◆ TRY IT
How many lines in these records hold the string "noKeptPostCookie"? State only that number.

◆ RECORDS FOR THE TASK
════════
import { Form, Link, redirect } from "react-router"
import { dropKeptPost } from "~/services/people/drop-kept-post.server"
import { findKeptPost } from "~/services/people/find-kept-post.server"
import { keptPostCookie, noKeptPostCookie } from "~/services/people/kept-post-cookie.server"
import { safeTarget } from "~/services/people/safe-target.server"
import { Button } from "~/ui/forms/button"
import { PlainPage } from "~/ui/layout/plain-page"
import { admits, guard } from "../guard.server"
import type { Route } from "./+types/go-on"
import { settingCookies } from "./cookie-headers.server"
import { plainFields } from "./plain-fields"

export const meta: Route.MetaFunction = () => [{ title: "Go on where you were · Waxbill" }]

export const loader = guard(admits.signedIn, async ({ request }: Route.LoaderArgs, { person }) => {
	const kept = await findKeptPost(request, person.id)
	return { kept: kept && { fields: kept.fields, shown: plainFields(kept.fields), wasSent: kept.wasSent } }
})

/**
 * "Send it now" hands the very same post on to the page it was meant for (307 keeps method and body), which then decides
 * as if it had come straight there. It stays kept for its hour, so that nothing is lost should that fail.
 */
export const action = guard(admits.signedIn, async ({ request, url }: Route.ActionArgs, { person }) => {
	const kept = await findKeptPost(request, person.id)
	if (!kept) throw redirect("/sign-in/go-on")
	const path = safeTarget(kept.path) ?? "/"
	if (url.searchParams.has("leave")) {
		await dropKeptPost(kept.id)
		throw redirect(pageOf(path), { headers: settingCookies([noKeptPostCookie()]) })
	}
	const cookie = keptPostCookie({ id: kept.id, userId: person.id, wasSent: true })
	throw redirect(path, { status: 307, headers: settingCookies([cookie]) })
})

/** The page with the form: a post to an index page has `index` in its query, the page itself has not. */
function pageOf(path: string): string {
	const [pathname = "/", search] = path.split("?", 2)
	const query = new URLSearchParams(search)
	query.delete("index")
	return query.size === 0 ? pathname : `${pathname}?${query}`
}

export default function GoOn({ loaderData: { kept } }: Route.ComponentProps) {
	if (!kept) {
		return (
			<PlainPage title="Nothing is waiting" lead="What was typed is kept for an hour after you were signed out.">
				<Link className="btn primary big" to="/">
					Go to the start
				</Link>
			</PlainPage>
		)
	}
	const lead = kept.wasSent
		? "You have sent this already. Look whether it is there before you send it once more."
		: "You were signed out before this could be sent. Nothing of it is lost."
	return (
		<PlainPage title="Go on where you were" lead={lead}>
			{kept.shown.length > 0 && (
				<dl className="totals max-w-xl border-t border-ink pt-2">
					{kept.shown.map(({ label, value }, index) => (
						// biome-ignore lint/suspicious/noArrayIndexKey: a form may hold the same name and value twice
						<div className="totals-row" key={index}>
							<dt>{label}</dt>
							<dd className="min-w-0 break-words text-right whitespace-pre-wrap">{value}</dd>
						</div>
					))}
				</dl>
			)}
			<div className="mt-6 flex flex-wrap gap-3">
				{/* Without the router: only the browser itself follows a 307 with the post's body. */}
				<Form method="post" action="/sign-in/go-on?send" reloadDocument>
					{kept.fields.map(([name, value], index) => (
						// biome-ignore lint/suspicious/noArrayIndexKey: a form may hold the same name and value twice
						<input type="hidden" name={name} value={value} key={index} />
					))}
					<Button variant="primary" size="big">
						{kept.wasSent ? "Send it once more" : "Send it now"}
					</Button>
				</Form>
				<Form method="post" action="/sign-in/go-on?leave">
					<Button size="big">Leave it</Button>
				</Form>
			</div>
		</PlainPage>
	)
}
════════
◆ ANSWER BOX
2